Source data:
┄┄┄┄┄┄┄┄┄┄

/// The monitoring window in force.
#[derive(Debug, Clone, PartialEq)]
pub struct Window {
    /// Pathogen preset name.
    pub pathogen: String,
    /// Length in days.
    pub days: u32,
    /// Where the figure comes from.
    pub source: String,
}

/// A ranked list with the settings that produced it.
pub struct RankedList {
    /// The people kept, best first (only the first `top` when the request set it).
    pub ranked: Vec<Ranked>,
    /// How many people the filters kept (`ranked.len()` unless the request set `top`).
    pub people: usize,
    /// How many of them are overdue.
    pub overdue: usize,
    /// Preset name and weights.
    pub preset: (String, Preset),
    /// The monitoring window.
    pub window: Window,
    /// The filters applied.
    pub filters: Filters,
    /// The priority settings used.
    pub config: PriorityConfig,
}

/// The settings a request names: the priority configuration, the preset (name, weights) and
/// the monitoring window.
pub type Settings = (PriorityConfig, (String, Preset), Window);

/// The preset and the window a request names, checked (an unknown name lists the known ones).
pub fn settings(req: &RankRequest) -> Result<Settings> {
    let config = PriorityConfig::load(req.priority_config.as_deref())?;
    let preset_name = req.preset.clone().unwrap_or_else(|| config.preset.clone());
    let preset = config.preset(&preset_name)?.clone();
    let pathogen_name = req
        .pathogen
        .clone()
        .unwrap_or_else(|| config.pathogen.clone());
    let Pathogen { days, source, .. } = config.pathogen(&pathogen_name)?.clone();
    let window = match req.window_days {
        Some(d) => Window {
            pathogen: pathogen_name,
            days: d,
            source: "set with --window-days".into(),
        },
        None => Window {
            pathogen: pathogen_name,
            days,
            source,
        },
    };
    Ok((config, (preset_name, preset), window))
}

/// Workspace follow-up states by person ID (they take precedence over the export's column).
pub fn followup_map(states: &[PersonState]) -> HashMap<String, String> {
    states
        .iter()
        .filter_map(|s| s.followup.clone().map(|f| (s.person_id.clone(), f)))
        .collect()
}

/// Rank everyone, then keep whom the filters keep.
pub fn rank_list(
    d: &Dataset,
    stats: &NetworkStats,
    req: &RankRequest,
    states: &[PersonState],
) -> Result<RankedList> {
    rank_settled(d, stats, req, states, settings(req)?)
}

/// The same, with the settings of `req` already loaded and checked (see [`settings`]).
pub fn rank_settled(
    d: &Dataset,
    stats: &NetworkStats,
    req: &RankRequest,
    states: &[PersonState],
    (config, preset, window): Settings,
) -> Result<RankedList> {
    let followup = followup_map(states);
    let mut filters = req.filters.clone();
    if let Some(id) = &req.cluster_of {
        filters.cluster = Some(stats.components.0[cluster_person(d, id)? as usize]);
    }
    let chain = chain_values(d, &config, &preset.1, &window.pathogen)?;
    let ctx = Context::new(d, stats, &config, &preset.1, window.days, &followup, chain);
    let (ranked, people, overdue) = if filters.is_empty() && req.top.is_some() {
        // Keys and counts in one pass; the entries are then built again for the people shown
        // only, straight into their places.
        let (mut keys, mut late) = (Vec::new(), Vec::<bool>::new());
        (0..d.people())
            .into_par_iter()
            .map(|i| {
                let r = ctx.rank_one(i);
                (key(&r), r.overdue)
            })
            .unzip_into_vecs(&mut keys, &mut late);
        let overdue = late.par_iter().filter(|&&x| x).count();
        let people = keys.len();
        let order = by_key_then_name(keys, req.top, |i| d.ids.name(i));
        let ranked = on_all_cores(order.len(), |i| ctx.rank_one(order[i] as usize));
        (ranked, people, overdue)
    } else {
        let out = on_all_cores(d.people(), |i| ctx.rank_one(i));
        // `out` is in node order, so the positions the filters keep are nodes.
        let keep = match filters.is_empty() {
            true => None,
            false => Some(FilterIndex::build(d, stats, &out, &followup).apply(&filters, d)?),
        };
        let (keys, people, overdue) = match keep {
            None => (
                out.par_iter().map(key).collect(),
                out.len(),
                out.par_iter().filter(|r| r.overdue).count(),
            ),
            Some(k) => (
                k.par_iter().map(|&i| key(&out[i as usize])).collect(),
                k.len(),
                k.iter().filter(|&&i| out[i as usize].overdue).count(),
            ),
        };
        let order = by_key_then_name(keys, req.top, |i| d.ids.name(i));
        (gather(&out, &order), people, overdue)
    };
    Ok(RankedList {
        ranked,
        people,
        overdue,
        preset,
        window,
        filters,
        config,
    })
}

/// What can stop [`rank_settled`] besides the settings, checked without ranking anyone (the
/// dashboard checks it before its first frame and ranks on a worker): the person named for
/// the cluster, and the chains' windows when the preset weighs chains.
pub fn check(d: &Dataset, req: &RankRequest, (config, preset, window): &Settings) -> Result<()> {
    if let Some(id) = &req.cluster_of {
        cluster_person(d, id)?;
    }
    chain_windows(config, &preset.1, &window.pathogen).map(|_| ())
}

/// The person whose cluster a request names.
fn cluster_person(d: &Dataset, id: &str) -> Result<u32> {
    d.ids
        .get(id.trim())
        .ok_or_else(|| Error::Usage(format!("no person with ID \"{id}\"")))
}

/// The chains' windows, when the preset weighs chains.
fn chain_windows(
    config: &PriorityConfig,
    preset: &Preset,
    pathogen: &str,
) -> Result<Option<Windows>> {
    if preset.weights.get("chain").copied().unwrap_or(0.0) <= 0.0 {
        return Ok(None);
    }
    let req = ChainRequest {
        pathogen: Some(pathogen.to_string()),
        ..ChainRequest::default()
    };
    Windows::settle(config, &req).map(Some)
}

/// The "chain" component of everyone (1 when a chain of dated exposures leads to them from a
/// case), computed only when the preset weighs it.
fn chain_values(
    d: &Dataset,
    config: &PriorityConfig,
    preset: &Preset,
    pathogen: &str,
) -> Result<Option<Vec<f64>>> {
    Ok(chain_windows(config, preset, pathogen)?.map(|w| chains::chain_component(d, &w)))
}

/// Per-person inputs of the score that do not depend on the person's own contacts.
struct Context<'a> {
    d: &'a Dataset,
    stats: &'a NetworkStats,
    window_days: u32,
    followup: &'a HashMap<String, String>,
    is_case: Vec<bool>,
    bridge: Vec<bool>,
    hub: (f64, bool),
    /// Per component, in [`COMPONENTS`] order: its cap (None: already 0..1) and weight, looked
    /// up once rather than by name for every person.
    scale: [(Option<f64>, f64); 9],
    /// The people table's `followup_status` column, if any.
    followup_column: Option<usize>,
    /// What each pair adds to its two people's scores, gathered once (one read per contact
    /// instead of one per array).
    edge_info: Vec<EdgeInfo>,
    /// The chain component per person (None: not weighed, so 0).
    chain: Option<Vec<f64>>,
}

/// One pair's part in the score of each of its people.
#[derive(Clone, Copy)]
struct EdgeInfo {
    /// Last exposure date, else the first, else NO_DATE.
    day: i32,
    /// Minutes (NaN when no row gave a duration).
    minutes: f64,
    /// Highest weight among the pair's settings (0 when it has none).
    setting_weight: f64,
}

fn edge_info(d: &Dataset, setting_weight: &[f64]) -> Vec<EdgeInfo> {
    let e = &d.edges;
    on_all_cores(e.len(), |i| EdgeInfo {
        day: if e.last[i] != NO_DATE {
            e.last[i]
        } else {
            e.first[i]
        },
        minutes: e.minutes[i],
        setting_weight: e
            .settings(i)
            .iter()
            .fold(0.0f64, |sw, &c| sw.max(setting_weight[c as usize - 1])),
    })
}

/// True when person `i`'s value in attribute column `c` is one of `words` (case and
/// surrounding blanks ignored).
fn attr_is(d: &Dataset, c: usize, i: usize, words: &[&str]) -> bool {
    d.attrs.values[c]
        .get(i)
        .is_some_and(|v| words.iter().any(|w| v.trim().eq_ignore_ascii_case(w)))
}

/// [`attr_is`] of every person for the attribute `field` (all false when it is absent).
fn attr_flags(d: &Dataset, field: &str, words: &[&str]) -> Vec<bool> {
    let n = d.people();
    match d.attrs.column(field) {
        None => vec![false; n],
        Some(c) => on_all_cores(n, |i| attr_is(d, c, i, words)),
    }
}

┄┄┄┄┄┄┄┄┄┄

Work instructions:
Return all lines of the data in which the string "monitoring" appears.

Response to this exercise:
/// The monitoring window in force.
    /// The monitoring window.
/// the monitoring window.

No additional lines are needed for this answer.